Fred Boyles Guest Writer
So imagine a situation where 12 men are dropped of at your next team meeting … what will you do with them?
Here are a few answers.
Most men who haven’t been truly initiated into manhood want to learn wisdom without personal pain. They drank the cool-aid called, “I should feel safe” so they are unwilling to get uncomfortable with some hard truths. Men are dangerous, and when they inspect and criticize us, it can be painful. Sometimes men will criticize with a context of “how stupid can you be!” We are a gathering of men in “a diner.” Just your regular untrained men doing therapy on wounded men. So in my trail-and-error, I’ve found the following works for me:
- Really listen to a man’s story and repeat back what you heard.
- Don’t be proud of your “wisdom” you want to share.
- Don’t fix the man.
- Then ask this question, “What do you think of what you just said?” This is said with a context of being genuinely interested in his opinion. Many time men will review what they just said and say these words, “What I said is bullshit, here’s the truth.” Beware of over utilizing this since it can be turned into a guilt trip. Personally I’ve been blown away by their insights and calls to action once these men get a space to speak authentically.

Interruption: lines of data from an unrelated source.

"""The one web application behind ``fogwatch serve`` (and ``fogwatch run`` with a
``web:`` section): Flask, served by waitress (:mod:`notifier.web.server`).

- ``GET /`` the status page: each site's level, hazards, arrival time, data age and a
  24 h chart; the outbox and each source's health. ``GET /site/ID`` one site and why.
- ``GET /health``: 200 with JSON when all is well, 503 with the reasons otherwise.
- ``GET /metrics``: the Prometheus text format.
- ``GET /cap.xml``: an Atom index of the current CAP 1.2 messages, each at
  ``/cap/ID.xml``.
- ``POST /message``: the bot endpoint (signed; see :mod:`notifier.web.botmount`).

Read-only apart from the bot. When ``token`` is set every page asks for it, as
``Authorization: Bearer TOKEN`` (monitoring) or as the password of HTTP Basic
authentication (a browser asks for it); the bot endpoint has its own signature instead.
"""

from __future__ import annotations

import base64
import hmac
import json
from collections.abc import Callable
from dataclasses import dataclass, field
from datetime import UTC, datetime, timedelta
from typing import TYPE_CHECKING, Any

from flask import Flask, Response, abort, render_template, request

from notifier.core.timefmt import local_time
from notifier.delivery.cap_feed import cap_for_event, current_alert_events
from notifier.delivery.messages import CAUTION, HAZARD_NAMES
from notifier.storage.outbox import Outbox
from notifier.web import status as st
from notifier.web.metrics import CycleMeter, build_registry
from notifier.web.svgchart import SERIES, chart_svg

if TYPE_CHECKING:  # pragma: no cover
    from notifier.core.config import Config
    from notifier.engine.rules import RuleSet
    from notifier.storage.store import Store
    from notifier.web.botmount import BotBridge

__all__ = ["WebContext", "create_app"]

CHART_HOURS = 24


def _utc_now() -> datetime:
    return datetime.now(UTC)


@dataclass
class WebContext:
    """What the app reads: the running config and rules (callables: a reload swaps them),
    the store, the clock, and the bot bridge when the bot has a secret."""

    config: Callable[[], Config]
    rules: Callable[[], RuleSet]
    store: Store
    clock: Callable[[], datetime] = _utc_now
    bot: BotBridge | None = None
    token: str | None = None
    meter: CycleMeter | None = field(default=None, init=False)


def _authorised(token: str) -> bool:
    header = request.headers.get("Authorization", "")
    scheme, _, value = header.partition(" ")
    given = ""
    if scheme.lower() == "bearer":
        given = value.strip()
    elif scheme.lower() == "basic":
        try:
            given = base64.b64decode(value.strip()).decode("utf-8").partition(":")[2]
        except (ValueError, UnicodeDecodeError):
            given = ""
    return hmac.compare_digest(given.encode(), token.encode())


def _chart(ctx: WebContext, site_id: str, tz_name: str, title: str, now: datetime) -> str:
    import numpy as np

    frame = ctx.store.window([site_id], now - timedelta(hours=CHART_HOURS), now)
    if len(frame):
        frame = frame[frame["kind"] == "obs"]
    times = frame["time"].astype("int64").to_numpy() / 1e9 if len(frame) else np.array([], float)
    columns = {
        name: frame[name].to_numpy(dtype=float)
        for name, *_ in SERIES
        if len(frame) and name in frame
    }
    return chart_svg(times, columns, now, tz_name, title, CHART_HOURS)


def _filters(app: Flask) -> None:
    @app.template_filter("local")
    def _local(t: datetime | str | None, zone: str) -> str:
        from notifier.core.timefmt import parse_iso

        moment = parse_iso(t) if isinstance(t, str) else t
        return local_time(moment, zone, with_date=True) if moment else "—"

    @app.template_filter("age")
    def _age(minutes: float | None) -> str:
        if minutes is None:
            return "no data"
        return f"{minutes:.0f} min" if minutes < 120 else f"{minutes / 60:.1f} h"

    @app.template_filter("hazard")
    def _hazard(name: str) -> str:
        return HAZARD_NAMES.get(name, name)


def create_app(ctx: WebContext) -> Flask:
    app = Flask(__name__)
    _filters(app)
    outbox = Outbox(ctx.store)
    registry, ctx.meter = build_registry(ctx.store, outbox, ctx.config, ctx.clock)
    _guards(app, ctx)
    _pages(app, ctx, outbox)
    _machine_views(app, ctx, outbox, registry)
    _bot_endpoint(app, ctx)
    return app


def _guards(app: Flask, ctx: WebContext) -> None:
    @app.before_request
    def _guard() -> Any:
        if ctx.token and request.path != "/message" and not _authorised(ctx.token):
            return Response(
                "a token is needed\n",
                401,
                {"WWW-Authenticate": 'Basic realm="fogwatch", charset="UTF-8"'},
                mimetype="text/plain",
            )
        return None

    @app.after_request
    def _headers(response: Response) -> Response:
        # nothing on the page comes from elsewhere; nothing may be framed or sniffed
        response.headers.setdefault(
            "Content-Security-Policy",
            "default-src 'none'; style-src 'unsafe-inline'; img-src 'self'",
        )
        response.headers.setdefault("X-Content-Type-Options", "nosniff")
        response.headers.setdefault("Referrer-Policy", "no-referrer")
        return response


def _pages(app: Flask, ctx: WebContext, outbox: Outbox) -> None:
    @app.get("/")
    def index() -> str:
        config, now = ctx.config(), ctx.clock()
        views = st.site_views(outbox, config, now)
        charts = {
            v.site.id: _chart(ctx, v.site.id, v.site.timezone, v.site.name, now) for v in views
        }
        return render_template(
            "index.html",
            sites=views,
            charts=charts,
            sources=st.source_views(ctx.store, config, now),
            outbox=st.outbox_view(outbox, config),
            health=st.health(ctx.store, outbox, config, now),
            now=now,
            caution=CAUTION,
        )

    @app.get("/site/<site_id>")
    def site_page(site_id: str) -> str:
        config, now = ctx.config(), ctx.clock()
        views = st.site_views(outbox, config, now, [site_id])
        if not views:
            abort(404)
        (view,) = views
        notes = []
        for hazard in view.hazards:
            for note in ctx.rules().notes_for(hazard["hazard"], view.site.use):
                if note.text not in notes:
                    notes.append(note.text)
        chart = _chart(ctx, site_id, view.site.timezone, view.site.name, now)
        return render_template(
            "site.html", view=view, chart=chart, notes=notes, now=now, caution=CAUTION
        )


def _machine_views(app: Flask, ctx: WebContext, outbox: Outbox, registry: Any) -> None:
    """/health, /metrics and the CAP feed: what other programs read."""

    @app.get("/health")
    def health() -> Response:
        result = st.health(ctx.store, outbox, ctx.config(), ctx.clock())
        return Response(
            json.dumps(result.to_json(), ensure_ascii=False),
            200 if result.ok else 503,
            mimetype="application/json",
        )

    @app.get("/metrics")
    def metrics() -> Response:
        from prometheus_client import CONTENT_TYPE_LATEST, generate_latest

        return Response(generate_latest(registry), headers={"Content-Type": CONTENT_TYPE_LATEST})

    @app.get("/cap.xml")
    def cap_index() -> Response:
        from notifier.delivery.cap import atom_index

        config = ctx.config()
        web = config.web
        entries = current_alert_events(outbox, config, ctx.clock())
        xml = atom_index(
            entries,
            base_url=request.host_url,
            sender=web.cap_sender if web else "fogwatch@localhost.localdomain",
            now=ctx.clock(),
        )
        return Response(xml, mimetype="application/atom+xml")

    @app.get("/cap/<event_id>.xml")
    def cap_one(event_id: str) -> Response:
        from notifier.delivery.cap import msg_type

        config = ctx.config()
        try:
            event, _ = outbox.event(event_id)
        except KeyError:
            abort(404)
        if msg_type(event) is None or event.site_id not in {s.id for s in config.sites}:
            abort(404)
        web = config.web
        xml = cap_for_event(
            outbox,
            config,
            ctx.rules(),
            event,
            sender=web.cap_sender if web else "fogwatch@localhost.localdomain",
            radius_km=web.cap_radius_km if web else 2.0,
        )
        return Response(xml, mimetype="application/cap+xml")


def _bot_endpoint(app: Flask, ctx: WebContext) -> None:
    @app.post("/message")
    def message() -> Response:
        if ctx.bot is None:
            return Response(
                '{"error": "the bot has no secret configured"}', 404, mimetype="application/json"
            )
        length = request.content_length or 0
        body = request.stream.read(min(length, 256 * 1024))
        headers = [(k, v) for k, v in request.headers.items() if k.lower() != "transfer-encoding"]
        code, out_headers, data = ctx.bot.handle(
            "POST", "/message", headers, body, request.remote_addr or "-"
        )
        return Response(data, code, out_headers)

- Resist the need to spend the next 20 minutes, after a man shares, making it about ourselves and how awesome our circle is. Here is the hard part: shut up and move on.
- Get a new man’s e-mail and cell phone number and put them into your phone immediately.
- Later when it feels right, call him and hang out.
- Ask open-ended questions like, “how’s it going?” not closed questions like “do you like what you are doing?”
- Only invite him to a team meeting or service event if your gut says to do so.
We keep a tally of every man who is a visitor or a guest, and with each it contributes to our growth as a tribe in training.
Remember when you do not beg a man to join your team, you honor all the men who have gone before. By just listening you may have done enough. You are done. Less is more. In a brief conversation with a friend, you have experienced a 5-minunte “team meeting” in a “team of two.” Once it’s over, it’s over … until the next time you converse.
As you know very few men want to live a life and be with men who inspect and criticize as a way of life. Having a team of men willing to dig so deep can mean sifting through hundreds of men. We have stopped asking a man back to a team; it feels like begging. By having his contact information and calling regularly, I build the trust to invite him to a future team meeting. Ultimately when my gut says so I can broach the subject and possibly ask him to do the Legacy Discovery for example.
My team has a list of 15 men who have visited us, and while I’m driving on the freeway, I will stay in relationship by calling them.
When I reach him I ask, “Good time bad time?” I keep it to five minutes. Men value scarcity. If we have a team of 30 men, I call all of them during the week. I only reach maybe six, and six more might call me back.
I remind myself my calling can distract him from a task and piss him off. I ask how long he has and stick to that time, unless he changes it. When he’s at work I don’t fuck his company by calling. I mostly listen and give feedback about what he has said. He will ask me what he can do once he’s done talking.
The more time I take the less value I give him, because at some point he will suddenly go from thank you for my listening to him to: “Hey I gotta go, this call has fucked me and my job.”
By talking too long I’ve charged him a fee by forcing him to listen to my wisdom and stroke my ego. Keep it simple and short. If I can thank him for his story and hang up I am on track to building a trusting relationship. I can do that today in less than two minutes.